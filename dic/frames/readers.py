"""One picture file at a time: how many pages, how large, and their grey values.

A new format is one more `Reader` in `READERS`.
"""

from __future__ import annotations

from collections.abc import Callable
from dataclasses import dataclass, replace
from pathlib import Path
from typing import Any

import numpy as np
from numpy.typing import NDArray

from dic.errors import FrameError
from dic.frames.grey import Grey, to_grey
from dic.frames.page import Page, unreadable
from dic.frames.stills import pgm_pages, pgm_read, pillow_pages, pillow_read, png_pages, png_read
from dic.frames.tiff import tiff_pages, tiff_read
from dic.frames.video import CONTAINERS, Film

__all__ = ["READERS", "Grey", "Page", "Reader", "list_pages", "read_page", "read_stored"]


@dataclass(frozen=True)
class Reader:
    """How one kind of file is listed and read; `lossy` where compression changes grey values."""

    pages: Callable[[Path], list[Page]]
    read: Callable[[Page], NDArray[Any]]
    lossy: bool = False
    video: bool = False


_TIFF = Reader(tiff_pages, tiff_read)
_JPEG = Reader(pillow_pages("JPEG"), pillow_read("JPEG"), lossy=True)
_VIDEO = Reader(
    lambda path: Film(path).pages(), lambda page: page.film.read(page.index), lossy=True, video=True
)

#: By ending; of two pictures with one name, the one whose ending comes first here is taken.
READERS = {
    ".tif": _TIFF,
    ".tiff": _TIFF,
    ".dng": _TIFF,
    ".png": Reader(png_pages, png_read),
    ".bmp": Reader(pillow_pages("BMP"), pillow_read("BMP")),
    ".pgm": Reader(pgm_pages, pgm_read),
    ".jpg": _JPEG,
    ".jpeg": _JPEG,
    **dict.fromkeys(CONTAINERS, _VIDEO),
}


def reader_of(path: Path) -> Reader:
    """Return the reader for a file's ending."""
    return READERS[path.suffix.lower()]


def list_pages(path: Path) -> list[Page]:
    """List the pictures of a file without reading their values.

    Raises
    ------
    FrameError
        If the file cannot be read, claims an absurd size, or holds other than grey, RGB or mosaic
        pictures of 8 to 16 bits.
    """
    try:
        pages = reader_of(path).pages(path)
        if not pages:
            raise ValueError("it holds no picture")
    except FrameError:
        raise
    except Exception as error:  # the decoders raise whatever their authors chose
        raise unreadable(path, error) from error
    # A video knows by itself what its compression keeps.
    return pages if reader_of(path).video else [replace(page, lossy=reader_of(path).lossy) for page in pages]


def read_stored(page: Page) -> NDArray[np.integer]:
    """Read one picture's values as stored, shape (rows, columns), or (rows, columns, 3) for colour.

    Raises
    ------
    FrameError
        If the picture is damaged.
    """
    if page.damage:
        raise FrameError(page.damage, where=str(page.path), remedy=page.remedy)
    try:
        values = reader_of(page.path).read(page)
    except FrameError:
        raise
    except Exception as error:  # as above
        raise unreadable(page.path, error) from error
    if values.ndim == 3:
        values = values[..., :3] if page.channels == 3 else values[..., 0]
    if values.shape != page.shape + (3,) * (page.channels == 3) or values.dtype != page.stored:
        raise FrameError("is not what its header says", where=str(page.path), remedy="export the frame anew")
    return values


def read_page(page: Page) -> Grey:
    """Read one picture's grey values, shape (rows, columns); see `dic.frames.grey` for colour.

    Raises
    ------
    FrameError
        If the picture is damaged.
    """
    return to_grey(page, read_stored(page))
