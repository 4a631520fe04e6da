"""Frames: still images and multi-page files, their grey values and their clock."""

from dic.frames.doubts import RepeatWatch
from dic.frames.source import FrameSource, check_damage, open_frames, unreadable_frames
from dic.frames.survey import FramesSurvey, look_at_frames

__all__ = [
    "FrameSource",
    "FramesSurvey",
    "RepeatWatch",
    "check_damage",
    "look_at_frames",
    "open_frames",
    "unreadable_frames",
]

▬▬▬

When a line in the listing above holds the word "True", copy it.

@dataclass(frozen=True)
_JPEG = Reader(pillow_pages("JPEG"), pillow_read("JPEG"), lossy=True)
    lambda path: Film(path).pages(), lambda page: page.film.read(page.index), lossy=True, video=True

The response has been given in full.